5. method according to claim 4, it is characterized in that, described training sample includes：Input two dimensional image and label. Process is divided into pre-training process and global weights trim process.Pre-training process is successively carried out, and is unsupervised learning；Trained Cheng Zhong, input picture is by successively converting, in output layer output, obtains reality output vector.

6. according to the method described in claim 1, it is characterized in that, described identification includes：Picture to be identified input is trained CCDBN models in, output vector is obtained to recognize classification belonging to picture.

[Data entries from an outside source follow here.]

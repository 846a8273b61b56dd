package mesh

import (
	"github.com/go-gl/mathgl/mgl64"
)

// ExtractSurface returns the boundary of the inside voxels of g as a closed, manifold,
// outward-facing triangle mesh. Samples sit at voxel centres and the surface passes
// half-way between an inside and an outside sample, so it shows the stair steps of a
// segmented scan (marching cubes on the 0/1 field at 0.5, with cases that keep it
// watertight; see isoBuildCases). Voxels outside the grid count as outside, so the
// surface always closes.
func ExtractSurface(g *Grid) *Mesh {
	if g == nil || g.NX <= 0 || g.NY <= 0 || g.NZ <= 0 || len(g.Inside) != g.NX*g.NY*g.NZ {
		return &Mesh{}
	}
	in := func(i, j, k int) bool {
		if i < 0 || j < 0 || k < 0 || i >= g.NX || j >= g.NY || k >= g.NZ {
			return false
		}
		return g.Inside[i+g.NX*(j+g.NY*k)]
	}
	return isoMarchingCubes(g.NX, g.NY, g.NZ, g.Origin, g.Voxel, in, nil)
}

// ExtractIsoSurface returns the surface field == iso of a sampled scalar field, with the
// side where field > iso inside; the mesh is closed, manifold and faces outward. Sample
// (i, j, k) is field[i + nx*(j + ny*k)] at origin + (i+0.5, j+0.5, k+0.5)*voxel, the same
// layout as a Grid. Samples beyond the field count as outside; NaN counts as outside.
// A field whose length does not match nx*ny*nz gives an empty mesh.
func ExtractIsoSurface(field []float32, nx, ny, nz int, origin mgl64.Vec3, voxel float64, iso float32) *Mesh {
	if nx <= 0 || ny <= 0 || nz <= 0 || len(field) != nx*ny*nz {
		return &Mesh{}
	}
	in := func(i, j, k int) bool {
		if i < 0 || j < 0 || k < 0 || i >= nx || j >= ny || k >= nz {
			return false
		}
		return field[i+nx*(j+ny*k)] > iso
	}
	// Where the crossing lies between lattice points p (inside or not) and p+d.
	at := func(p [3]int, d [3]int) float64 {
		f0 := isoSample(field, nx, ny, nz, p, iso)
		f1 := isoSample(field, nx, ny, nz, [3]int{p[0] + d[0], p[1] + d[1], p[2] + d[2]}, iso)
		t := float64((iso - f0) / (f1 - f0))
		if !(t >= 0 && t <= 1) { // NaN or a sample exactly at iso on the outside
			return 0.5
		}
		return t
	}
	return isoMarchingCubes(nx, ny, nz, origin, voxel, in, at)
}

// isoSample returns the field at lattice point p; points beyond the field read as just
// below iso, so a crossing into them sits next to the last inside sample.
func isoSample(field []float32, nx, ny, nz int, p [3]int, iso float32) float32 {
	if p[0] < 0 || p[1] < 0 || p[2] < 0 || p[0] >= nx || p[1] >= ny || p[2] >= nz {
		return iso - 1
	}
	return field[p[0]+nx*(p[1]+ny*p[2])]
}

// isoCubeEdge names a cube edge by its lower corner code (bit 0 = +x, bit 1 = +y,
// bit 2 = +z) and the axis bit it runs along.
type isoCubeEdge struct{ corner, axis int }

// isoCases lists, for each of the 256 inside/outside patterns of a cube's corners, the
// triangles of the surface inside that cube as triples of crossed edges, turned outward.
var isoCases = isoBuildCases()

// isoBuildCases derives the marching-cubes cases instead of copying a table. On each cube
// face the crossed edges are joined in pairs; a face with four crossings keeps its two
// inside corners connected (so a canal lumen stays one piece where voxels meet along an
// edge). The choice depends on the face alone, so the two cubes sharing a face always cut
// it the same way, which is why the surface is watertight and manifold. The face segments
// chain into loops around the cube, and each loop becomes a fan of triangles.
func isoBuildCases() [256][][3]isoCubeEdge {
	var cases [256][][3]isoCubeEdge
	edgeOf := func(a, b int) isoCubeEdge {
		if a > b {
			a, b = b, a
		}
		return isoCubeEdge{a, b &^ a}
	}
	for cfg := 1; cfg < 255; cfg++ {
		in := func(c int) bool { return cfg>>c&1 == 1 }
		// next maps an edge where the surface leaves a face's inside to where it re-enters
		// walking the face counter-clockwise seen from outside the cube.
		next := map[isoCubeEdge]isoCubeEdge{}
		for axis := range 3 {
			u, w := 1<<((axis+1)%3), 1<<((axis+2)%3)
			for side := range 2 {
				base := side << axis
				q := [4]int{base, base | u, base | u | w, base | w} // counter-clockwise seen from +axis
				if side == 0 {
					q[1], q[3] = q[3], q[1]
				}
				type crossing struct {
					edge isoCubeEdge
					exit bool
				}
				var cr []crossing
				for p := range 4 {
					a, b := q[p], q[(p+1)%4]
					if in(a) != in(b) {
						cr = append(cr, crossing{edgeOf(a, b), in(a)})
					}
				}
				for i, c := range cr {
					if !c.exit {
						continue
					}
					for d := 1; d < len(cr); d++ { // the next entry after this exit
						if e := cr[(i+d)%len(cr)]; !e.exit {
							next[c.edge] = e.edge
							break
						}
					}
				}
			}
		}
		// Walk the loops in a fixed order so the table does not depend on map order.
		var starts []isoCubeEdge
		for c := range 8 {
			for _, ax := range []int{1, 2, 4} {
				e := isoCubeEdge{c, ax}
				if c&ax == 0 {
					if _, ok := next[e]; ok {
						starts = append(starts, e)
					}
				}
			}
		}
		seen := map[isoCubeEdge]bool{}
		for _, st := range starts {
			if seen[st] {
				continue
			}
			var loop []isoCubeEdge
			for e := st; !seen[e]; e = next[e] {
				seen[e] = true
				loop = append(loop, e)
			}
			loop = isoFanStart(loop)
			for i := 1; i+1 < len(loop); i++ {
				cases[cfg] = append(cases[cfg], [3]isoCubeEdge{loop[0], loop[i], loop[i+1]})
			}
		}
	}
	// One corner inside (corner 0): the triangle must face away from it. The same walking
	// rule holds for every case, so one check decides the turning for all.
	t := cases[1][0]
	mid := func(e isoCubeEdge) mgl64.Vec3 {
		p := mgl64.Vec3{float64(e.corner & 1), float64(e.corner >> 1 & 1), float64(e.corner >> 2 & 1)}
		d := mgl64.Vec3{float64(e.axis & 1), float64(e.axis >> 1 & 1), float64(e.axis >> 2 & 1)}
		return p.Add(d.Mul(0.5))
	}
	n := mid(t[1]).Sub(mid(t[0])).Cross(mid(t[2]).Sub(mid(t[0])))
	if n.Dot(mgl64.Vec3{1, 1, 1}) < 0 {
		for c := range cases {
			for i := range cases[c] {
				cases[c][i][1], cases[c][i][2] = cases[c][i][2], cases[c][i][1]
			}
		}
	}
	return cases
}

// isoFanStart rotates a loop so that a fan from its first vertex draws no diagonal lying
// in a cube face: the neighbouring cube could draw the same diagonal, and the edge would
// then belong to four triangles.
func isoFanStart(loop []isoCubeEdge) []isoCubeEdge {
	onFace := func(a, b isoCubeEdge) bool {
		for ax := 1; ax <= 4; ax <<= 1 {
			if ax != a.axis && ax != b.axis && a.corner&ax == b.corner&ax {
				return true
			}
		}
		return false
	}
	n := len(loop)
	for r := range n {
		ok := true
		for i := 2; i+1 < n && ok; i++ {
			ok = !onFace(loop[r], loop[(r+i)%n])
		}
		if ok {
			return append(loop[r:], loop[:r]...)
		}
	}
	panic("marching cubes: a loop without a clean fan") // checked for all 256 cases by the tests
}

// isoMarchingCubes runs marching cubes over the lattice of nx*ny*nz samples padded by one
// outside layer. at gives the crossing parameter along an edge (nil: half-way).
// Crossing vertices are shared through two slabs of edge slots, so the work is one pass.
func isoMarchingCubes(nx, ny, nz int, origin mgl64.Vec3, voxel float64,
	in func(i, j, k int) bool, at func(p, d [3]int) float64) *Mesh {
	m := &Mesh{}
	sx, sy := nx+2, ny+2
	slabLo := make([]int32, sx*sy*8)
	slabHi := make([]int32, sx*sy*8)
	for i := range slabLo {
		slabLo[i], slabHi[i] = -1, -1
	}

	// vertex returns the mesh vertex on cube edge e of the cube at (ic, jc, kc).
	vertex := func(ic, jc, kc int, e isoCubeEdge) int32 {
		cu, dc := e.corner, e.axis
		p := [3]int{ic + cu&1, jc + cu>>1&1, kc + cu>>2&1}
		slab := slabLo
		if cu&4 != 0 {
			slab = slabHi
		}
		slot := ((p[1]+1)*sx+(p[0]+1))*8 + dc
		if id := slab[slot]; id >= 0 {
			return id
		}
		d := [3]int{dc & 1, dc >> 1 & 1, dc >> 2 & 1}
		t := 0.5
		if at != nil {
			t = at(p, d)
		}
		v := mgl64.Vec3{
			origin[0] + (float64(p[0])+0.5+t*float64(d[0]))*voxel,
			origin[1] + (float64(p[1])+0.5+t*float64(d[1]))*voxel,
			origin[2] + (float64(p[2])+0.5+t*float64(d[2]))*voxel,
		}
		id := int32(len(m.Vertices))
		m.Vertices = append(m.Vertices, v)
		slab[slot] = id
		return id
	}

	for kc := -1; kc < nz; kc++ {
		for jc := -1; jc < ny; jc++ {
			for ic := -1; ic < nx; ic++ {
				cfg := 0
				for c := range 8 {
					if in(ic+c&1, jc+c>>1&1, kc+c>>2&1) {
						cfg |= 1 << c
					}
				}
				for _, tri := range isoCases[cfg] {
					m.Triangles = append(m.Triangles, [3]int32{
						vertex(ic, jc, kc, tri[0]), vertex(ic, jc, kc, tri[1]), vertex(ic, jc, kc, tri[2])})
				}
			}
		}
		slabLo, slabHi = slabHi, slabLo
		for i := range slabHi {
			slabHi[i] = -1
		}
	}
	return m
}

7. the method according to claim 1 or 6, it is characterized in that, described identification includes：

7.1st, obtain correlation type input image data, picture is pre-processed, normalization and adjust Pixel Dimensions (as Element is the most suitable for 32*32)；

7.2nd, the picture (being derived from the classification that CIFAR-10 data sets are included) after being pre-processed, is input to and has trained CCDBN neutral nets in, wait to be output, take output vector maximum line number be recognition result, that is, complete the reality to input It is worth the identification of image.

8. a kind of system for realizing any of the above-described claim methods described, it is characterised in that：CCDBN neural network modules and from The identification module of right image, wherein CCDBN is trained to one by CCDBN mixed-media network modules mixed-medias can recognize the classification of limited natural image Device (class that the image to be recognized belongs in CIFAR-10 data set sample labels), picture recognition module obtains image and inputted The CCDBN networks that train are identified.